(Collection entries)
* * *

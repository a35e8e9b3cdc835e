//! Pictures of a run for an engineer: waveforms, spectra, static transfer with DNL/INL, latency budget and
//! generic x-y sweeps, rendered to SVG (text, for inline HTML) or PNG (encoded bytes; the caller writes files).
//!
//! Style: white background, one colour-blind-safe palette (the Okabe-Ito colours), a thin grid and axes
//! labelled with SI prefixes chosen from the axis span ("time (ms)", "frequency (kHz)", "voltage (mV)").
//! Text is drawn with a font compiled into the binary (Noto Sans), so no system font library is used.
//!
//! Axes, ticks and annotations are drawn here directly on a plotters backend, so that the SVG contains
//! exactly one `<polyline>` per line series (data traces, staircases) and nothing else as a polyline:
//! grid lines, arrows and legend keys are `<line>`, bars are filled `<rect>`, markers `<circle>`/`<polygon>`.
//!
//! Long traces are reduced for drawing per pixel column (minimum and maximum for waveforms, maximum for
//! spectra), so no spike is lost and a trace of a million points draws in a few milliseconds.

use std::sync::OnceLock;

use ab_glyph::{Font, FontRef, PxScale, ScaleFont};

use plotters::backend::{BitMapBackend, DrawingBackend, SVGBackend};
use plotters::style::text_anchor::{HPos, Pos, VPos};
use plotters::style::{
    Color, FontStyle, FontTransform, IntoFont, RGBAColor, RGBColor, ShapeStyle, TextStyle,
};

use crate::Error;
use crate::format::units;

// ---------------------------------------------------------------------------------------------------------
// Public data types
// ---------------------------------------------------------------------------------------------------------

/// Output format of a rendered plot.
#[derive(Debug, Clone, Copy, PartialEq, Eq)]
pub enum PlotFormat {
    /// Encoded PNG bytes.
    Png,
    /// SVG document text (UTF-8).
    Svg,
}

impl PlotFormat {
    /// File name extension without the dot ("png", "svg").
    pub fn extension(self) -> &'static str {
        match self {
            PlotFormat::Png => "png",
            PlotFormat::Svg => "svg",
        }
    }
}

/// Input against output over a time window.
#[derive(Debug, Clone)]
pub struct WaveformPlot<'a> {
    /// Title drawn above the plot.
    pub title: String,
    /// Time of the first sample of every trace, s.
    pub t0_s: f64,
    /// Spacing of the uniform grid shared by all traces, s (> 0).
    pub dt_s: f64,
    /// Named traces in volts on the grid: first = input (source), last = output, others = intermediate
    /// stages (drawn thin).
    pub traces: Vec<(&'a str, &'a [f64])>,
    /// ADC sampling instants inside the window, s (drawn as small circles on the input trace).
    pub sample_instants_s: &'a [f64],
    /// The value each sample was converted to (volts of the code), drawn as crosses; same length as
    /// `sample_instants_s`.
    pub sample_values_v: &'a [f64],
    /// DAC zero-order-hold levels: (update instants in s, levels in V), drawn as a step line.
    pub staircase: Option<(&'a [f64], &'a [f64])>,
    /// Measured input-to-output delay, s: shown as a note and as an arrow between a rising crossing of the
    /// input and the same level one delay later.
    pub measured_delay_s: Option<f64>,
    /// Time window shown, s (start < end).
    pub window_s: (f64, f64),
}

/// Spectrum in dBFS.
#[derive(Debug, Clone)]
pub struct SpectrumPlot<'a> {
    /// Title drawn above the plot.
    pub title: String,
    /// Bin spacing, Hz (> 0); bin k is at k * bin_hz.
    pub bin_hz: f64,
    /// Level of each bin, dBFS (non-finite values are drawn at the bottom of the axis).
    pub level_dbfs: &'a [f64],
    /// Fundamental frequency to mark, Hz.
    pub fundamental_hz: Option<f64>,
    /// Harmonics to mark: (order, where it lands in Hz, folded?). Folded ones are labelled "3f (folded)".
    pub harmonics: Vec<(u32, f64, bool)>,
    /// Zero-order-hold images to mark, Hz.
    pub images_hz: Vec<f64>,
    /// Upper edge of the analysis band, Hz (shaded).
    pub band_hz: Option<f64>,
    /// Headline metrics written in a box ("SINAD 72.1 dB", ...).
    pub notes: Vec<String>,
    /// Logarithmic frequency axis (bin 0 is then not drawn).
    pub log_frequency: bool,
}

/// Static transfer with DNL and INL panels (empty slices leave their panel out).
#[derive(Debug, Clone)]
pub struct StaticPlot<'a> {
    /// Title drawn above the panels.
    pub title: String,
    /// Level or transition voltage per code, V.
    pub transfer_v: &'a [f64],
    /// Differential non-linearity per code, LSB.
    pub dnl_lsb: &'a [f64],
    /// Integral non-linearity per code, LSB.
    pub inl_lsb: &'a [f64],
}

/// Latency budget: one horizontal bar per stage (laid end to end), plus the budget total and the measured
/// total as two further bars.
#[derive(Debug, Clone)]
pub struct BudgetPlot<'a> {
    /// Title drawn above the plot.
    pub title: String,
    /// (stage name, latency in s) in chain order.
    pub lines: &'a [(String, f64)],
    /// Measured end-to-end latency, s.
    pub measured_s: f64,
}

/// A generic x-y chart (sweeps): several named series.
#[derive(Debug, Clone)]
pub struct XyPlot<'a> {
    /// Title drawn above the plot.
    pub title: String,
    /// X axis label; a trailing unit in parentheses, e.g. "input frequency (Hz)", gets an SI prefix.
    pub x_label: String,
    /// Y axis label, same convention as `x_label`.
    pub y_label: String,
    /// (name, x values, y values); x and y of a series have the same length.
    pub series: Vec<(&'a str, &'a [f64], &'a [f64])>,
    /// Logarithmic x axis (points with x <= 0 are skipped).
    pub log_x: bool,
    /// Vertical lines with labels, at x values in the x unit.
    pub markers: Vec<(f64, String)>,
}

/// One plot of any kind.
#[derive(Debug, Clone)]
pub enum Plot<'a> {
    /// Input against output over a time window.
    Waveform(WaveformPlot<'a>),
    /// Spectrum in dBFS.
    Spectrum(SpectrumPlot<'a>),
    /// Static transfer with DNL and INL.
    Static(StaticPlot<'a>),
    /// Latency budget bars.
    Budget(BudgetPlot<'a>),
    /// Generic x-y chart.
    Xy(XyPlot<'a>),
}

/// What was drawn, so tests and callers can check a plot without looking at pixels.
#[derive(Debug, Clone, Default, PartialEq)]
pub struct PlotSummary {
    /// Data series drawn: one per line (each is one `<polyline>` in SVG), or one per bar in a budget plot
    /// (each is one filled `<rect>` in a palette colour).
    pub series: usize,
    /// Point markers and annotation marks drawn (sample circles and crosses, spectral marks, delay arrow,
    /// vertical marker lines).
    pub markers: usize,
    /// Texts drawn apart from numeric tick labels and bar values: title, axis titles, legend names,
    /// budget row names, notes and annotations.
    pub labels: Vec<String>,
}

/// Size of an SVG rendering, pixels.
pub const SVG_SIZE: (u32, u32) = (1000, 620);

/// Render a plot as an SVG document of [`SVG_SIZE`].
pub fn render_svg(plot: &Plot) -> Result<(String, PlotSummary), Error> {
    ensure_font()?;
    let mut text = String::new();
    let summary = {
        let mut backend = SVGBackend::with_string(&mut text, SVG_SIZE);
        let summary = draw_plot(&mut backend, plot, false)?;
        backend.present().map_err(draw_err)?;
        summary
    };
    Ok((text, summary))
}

* * *

The data above should be duplicated exactly and completely.

repository a35e8e9b3cdc835e
//! Pictures of a run for an engineer: waveforms, spectra, static transfer with DNL/INL, latency budget and
//! generic x-y sweeps, rendered to SVG (text, for inline HTML) or PNG (encoded bytes; the caller writes files).
//!
//! Style: white background, one colour-blind-safe palette (the Okabe-Ito colours), a thin grid and axes
//! labelled with SI prefixes chosen from the axis span ("time (ms)", "frequency (kHz)", "voltage (mV)").
//! Text is drawn with a font compiled into the binary (Noto Sans), so no system font library is used.
//!
//! Axes, ticks and annotations are drawn here directly on a plotters backend, so that the SVG contains
//! exactly one `<polyline>` per line series (data traces, staircases) and nothing else as a polyline:
//! grid lines, arrows and legend keys are `<line>`, bars are filled `<rect>`, markers `<circle>`/`<polygon>`.
//!
//! Long traces are reduced for drawing per pixel column (minimum and maximum for waveforms, maximum for
//! spectra), so no spike is lost and a trace of a million points draws in a few milliseconds.

use std::sync::OnceLock;

use ab_glyph::{Font, FontRef, PxScale, ScaleFont};

use plotters::backend::{BitMapBackend, DrawingBackend, SVGBackend};
use plotters::style::text_anchor::{HPos, Pos, VPos};
use plotters::style::{
    Color, FontStyle, FontTransform, IntoFont, RGBAColor, RGBColor, ShapeStyle, TextStyle,
};

use crate::Error;
use crate::format::units;

// ---------------------------------------------------------------------------------------------------------
// Public data types
// ---------------------------------------------------------------------------------------------------------

/// Output format of a rendered plot.
#[derive(Debug, Clone, Copy, PartialEq, Eq)]
pub enum PlotFormat {
    /// Encoded PNG bytes.
    Png,
    /// SVG document text (UTF-8).
    Svg,
}

impl PlotFormat {
    /// File name extension without the dot ("png", "svg").
    pub fn extension(self) -> &'static str {
        match self {
            PlotFormat::Png => "png",
            PlotFormat::Svg => "svg",
        }
    }
}

/// Input against output over a time window.
#[derive(Debug, Clone)]
pub struct WaveformPlot<'a> {
    /// Title drawn above the plot.
    pub title: String,
    /// Time of the first sample of every trace, s.
    pub t0_s: f64,
    /// Spacing of the uniform grid shared by all traces, s (> 0).
    pub dt_s: f64,
    /// Named traces in volts on the grid: first = input (source), last = output, others = intermediate
    /// stages (drawn thin).
    pub traces: Vec<(&'a str, &'a [f64])>,
    /// ADC sampling instants inside the window, s (drawn as small circles on the input trace).
    pub sample_instants_s: &'a [f64],
    /// The value each sample was converted to (volts of the code), drawn as crosses; same length as
    /// `sample_instants_s`.
    pub sample_values_v: &'a [f64],
    /// DAC zero-order-hold levels: (update instants in s, levels in V), drawn as a step line.
    pub staircase: Option<(&'a [f64], &'a [f64])>,
    /// Measured input-to-output delay, s: shown as a note and as an arrow between a rising crossing of the
    /// input and the same level one delay later.
    pub measured_delay_s: Option<f64>,
    /// Time window shown, s (start < end).
    pub window_s: (f64, f64),
}

/// Spectrum in dBFS.
#[derive(Debug, Clone)]
pub struct SpectrumPlot<'a> {
    /// Title drawn above the plot.
    pub title: String,
    /// Bin spacing, Hz (> 0); bin k is at k * bin_hz.
    pub bin_hz: f64,
    /// Level of each bin, dBFS (non-finite values are drawn at the bottom of the axis).
    pub level_dbfs: &'a [f64],
    /// Fundamental frequency to mark, Hz.
    pub fundamental_hz: Option<f64>,
    /// Harmonics to mark: (order, where it lands in Hz, folded?). Folded ones are labelled "3f (folded)".
    pub harmonics: Vec<(u32, f64, bool)>,
    /// Zero-order-hold images to mark, Hz.
    pub images_hz: Vec<f64>,
    /// Upper edge of the analysis band, Hz (shaded).
    pub band_hz: Option<f64>,
    /// Headline metrics written in a box ("SINAD 72.1 dB", ...).
    pub notes: Vec<String>,
    /// Logarithmic frequency axis (bin 0 is then not drawn).
    pub log_frequency: bool,
}

/// Static transfer with DNL and INL panels (empty slices leave their panel out).
#[derive(Debug, Clone)]
pub struct StaticPlot<'a> {
    /// Title drawn above the panels.
    pub title: String,
    /// Level or transition voltage per code, V.
    pub transfer_v: &'a [f64],
    /// Differential non-linearity per code, LSB.
    pub dnl_lsb: &'a [f64],
    /// Integral non-linearity per code, LSB.
    pub inl_lsb: &'a [f64],
}

/// Latency budget: one horizontal bar per stage (laid end to end), plus the budget total and the measured
/// total as two further bars.
#[derive(Debug, Clone)]
pub struct BudgetPlot<'a> {
    /// Title drawn above the plot.
    pub title: String,
    /// (stage name, latency in s) in chain order.
    pub lines: &'a [(String, f64)],
    /// Measured end-to-end latency, s.
    pub measured_s: f64,
}

/// A generic x-y chart (sweeps): several named series.
#[derive(Debug, Clone)]
pub struct XyPlot<'a> {
    /// Title drawn above the plot.
    pub title: String,
    /// X axis label; a trailing unit in parentheses, e.g. "input frequency (Hz)", gets an SI prefix.
    pub x_label: String,
    /// Y axis label, same convention as `x_label`.
    pub y_label: String,
    /// (name, x values, y values); x and y of a series have the same length.
    pub series: Vec<(&'a str, &'a [f64], &'a [f64])>,
    /// Logarithmic x axis (points with x <= 0 are skipped).
    pub log_x: bool,
    /// Vertical lines with labels, at x values in the x unit.
    pub markers: Vec<(f64, String)>,
}

/// One plot of any kind.
#[derive(Debug, Clone)]
pub enum Plot<'a> {
    /// Input against output over a time window.
    Waveform(WaveformPlot<'a>),
    /// Spectrum in dBFS.
    Spectrum(SpectrumPlot<'a>),
    /// Static transfer with DNL and INL.
    Static(StaticPlot<'a>),
    /// Latency budget bars.
    Budget(BudgetPlot<'a>),
    /// Generic x-y chart.
    Xy(XyPlot<'a>),
}

/// What was drawn, so tests and callers can check a plot without looking at pixels.
#[derive(Debug, Clone, Default, PartialEq)]
pub struct PlotSummary {
    /// Data series drawn: one per line (each is one `<polyline>` in SVG), or one per bar in a budget plot
    /// (each is one filled `<rect>` in a palette colour).
    pub series: usize,
    /// Point markers and annotation marks drawn (sample circles and crosses, spectral marks, delay arrow,
    /// vertical marker lines).
    pub markers: usize,
    /// Texts drawn apart from numeric tick labels and bar values: title, axis titles, legend names,
    /// budget row names, notes and annotations.
    pub labels: Vec<String>,
}

/// Size of an SVG rendering, pixels.
pub const SVG_SIZE: (u32, u32) = (1000, 620);

/// Render a plot as an SVG document of [`SVG_SIZE`].
pub fn render_svg(plot: &Plot) -> Result<(String, PlotSummary), Error> {
    ensure_font()?;
    let mut text = String::new();
    let summary = {
        let mut backend = SVGBackend::with_string(&mut text, SVG_SIZE);
        let summary = draw_plot(&mut backend, plot, false)?;
        backend.present().map_err(draw_err)?;
        summary
    };
    Ok((text, summary))
}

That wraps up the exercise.